# Writing for budget vs. believability.



## ironpony (Nov 30, 2019)

For my screenplay, I am trying to write it for a very low budget and one thing I wrote is that the villains pour bleach on the crime scenes to cover up any dna.  However, I was told that that will not work and they would have to burn down the crime scenes, since fire works compared to bleach.  But fire of course has a large budget.  I was wondering, what if I wrote it so that they don't get any dna on the crime scenes, cause they wear gloves and clothes and hoods that cover up their dna from getting anywhere?  Is that believable, or do I have to write it so that the burn the crime scenes down literally?

For example in real life murders, like the OJ Simpson murder for example, there was dna all over the place, but could that have been avoided if the killer was more careful?  Or would the villains have to actually burn down the crime scenes for dna erasing to be believed?


----------



## Cephus (Nov 30, 2019)

Don't worry about budget, you're not actually making a movie, you're telling a story. Budget is up to the directors and producers down the line.


----------



## JohnCalliganWrites (Nov 30, 2019)

Maybe their victim could stand really still on a giant tarp while they kill him?
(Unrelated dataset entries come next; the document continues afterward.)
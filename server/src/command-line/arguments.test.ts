import { describe, expect, it } from 'vitest';

import { readArguments, UsageError } from './arguments.js';

describe('the command line', () => {
  it('takes files, charges and a tolerance in any order', () => {
    const read = readArguments(['a.cif', '--charges', 'Na=1,Cl=-1', 'b.cif', '--tolerance=1e-12']);
    expect(read.files).toEqual(['a.cif', 'b.cif']);
    expect(Object.fromEntries(read.charges)).toEqual({ Na: 1, Cl: -1 });
    expect(read.method.toleranceRelative).toBe(1e-12);
  });

  it('takes charges given in several options', () => {
    const read = readArguments(['a.cif', '--charges', 'Fe1=2', '--charges', 'Fe2=+3, O=-2']);
    expect(Object.fromEntries(read.charges)).toEqual({ Fe1: 2, Fe2: 3, O: -2 });
    expect(read.method.toleranceRelative).toBe(1e-10);
  });

  it('takes a repulsion with its number', () => {
    const repulsionOf = (...args: string[]) => readArguments(['a.cif', ...args]).repulsion;
    expect(repulsionOf()).toBeNull();
    expect(repulsionOf('--repulsion', 'born-lande')).toEqual({
      kind: 'born_lande',
      exponent: { from: 'ions' },
    });
    expect(repulsionOf('--repulsion', 'born-lande', '--exponent', '8')).toEqual({
      kind: 'born_lande',
      exponent: { from: 'typed', exponent: { low: 8, high: 8 } },
    });
    expect(repulsionOf('--repulsion', 'born-mayer', '--rho=0.321')).toEqual({
      kind: 'born_mayer',
      hardnessA: { low: 0.321, high: 0.321 },
    });
  });

  it.each([
    [[]],
    [['a.cif', '--repulsion', 'hard']],
    [['a.cif', '--exponent', '8']],
    [['a.cif', '--repulsion', 'born-lande', '--rho', '0.3']],
    [['a.cif', '--repulsion', 'born-lande', '--exponent', '']],
    [['a.cif', '--repulsion', 'born-lande', '--exponent', '90']],
    [['a.cif', '--repulsion', 'born-mayer', '--exponent', '8']],
    [['--charges', 'Na=1']],
    [['a.cif', '--speed', '9']],
    [['a.cif', '--charges', 'Na']],
    [['a.cif', '--charges', 'Na=one']],
    [['a.cif', '--charges', 'Na=12']],
    [['a.cif', '--charges', 'Na=1,Na=2']],
    [['a.cif', '--charges']],
    [['a.cif', '--tolerance', 'fine']],
    [['a.cif', '--tolerance', '']],
    [['a.cif', '--tolerance', '1e-15']],
    [['a.cif', '--tolerance', '0.1']],
  ])('refuses %j', (args) => {
    expect(() => readArguments(args)).toThrow(UsageError);
  });
});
Alternately, you could have dude pour the gas (water) then flick the match, and end scene. No need to show the fire.


----------



## ironpony (Dec 1, 2019)

JohnCalliganWrites said:


> Maybe their victim could stand really still on a giant tarp while they kill him?
> 
> Alternately, you could have dude pour the gas (water) then flick the match, and end scene. No need to show the fire.



Maybe but the police would still check the entire area for dna perhaps.  I maybe could not have to show fire, it's just that in one crime scene they have to burn and erase, the protagonist is still there, hiding and will have to wait till the leave to escape, thus escaping, while the place has already been set on fire.

There is also another part, where the police are waiting outside a building, waiting on a warrant, and on the inside, they will have to set fire to the building, so the police will have to see the fire and intervene.  But perhaps no fire has to be shown, as long as it doesn't look compromised for trying to hide the lack of it.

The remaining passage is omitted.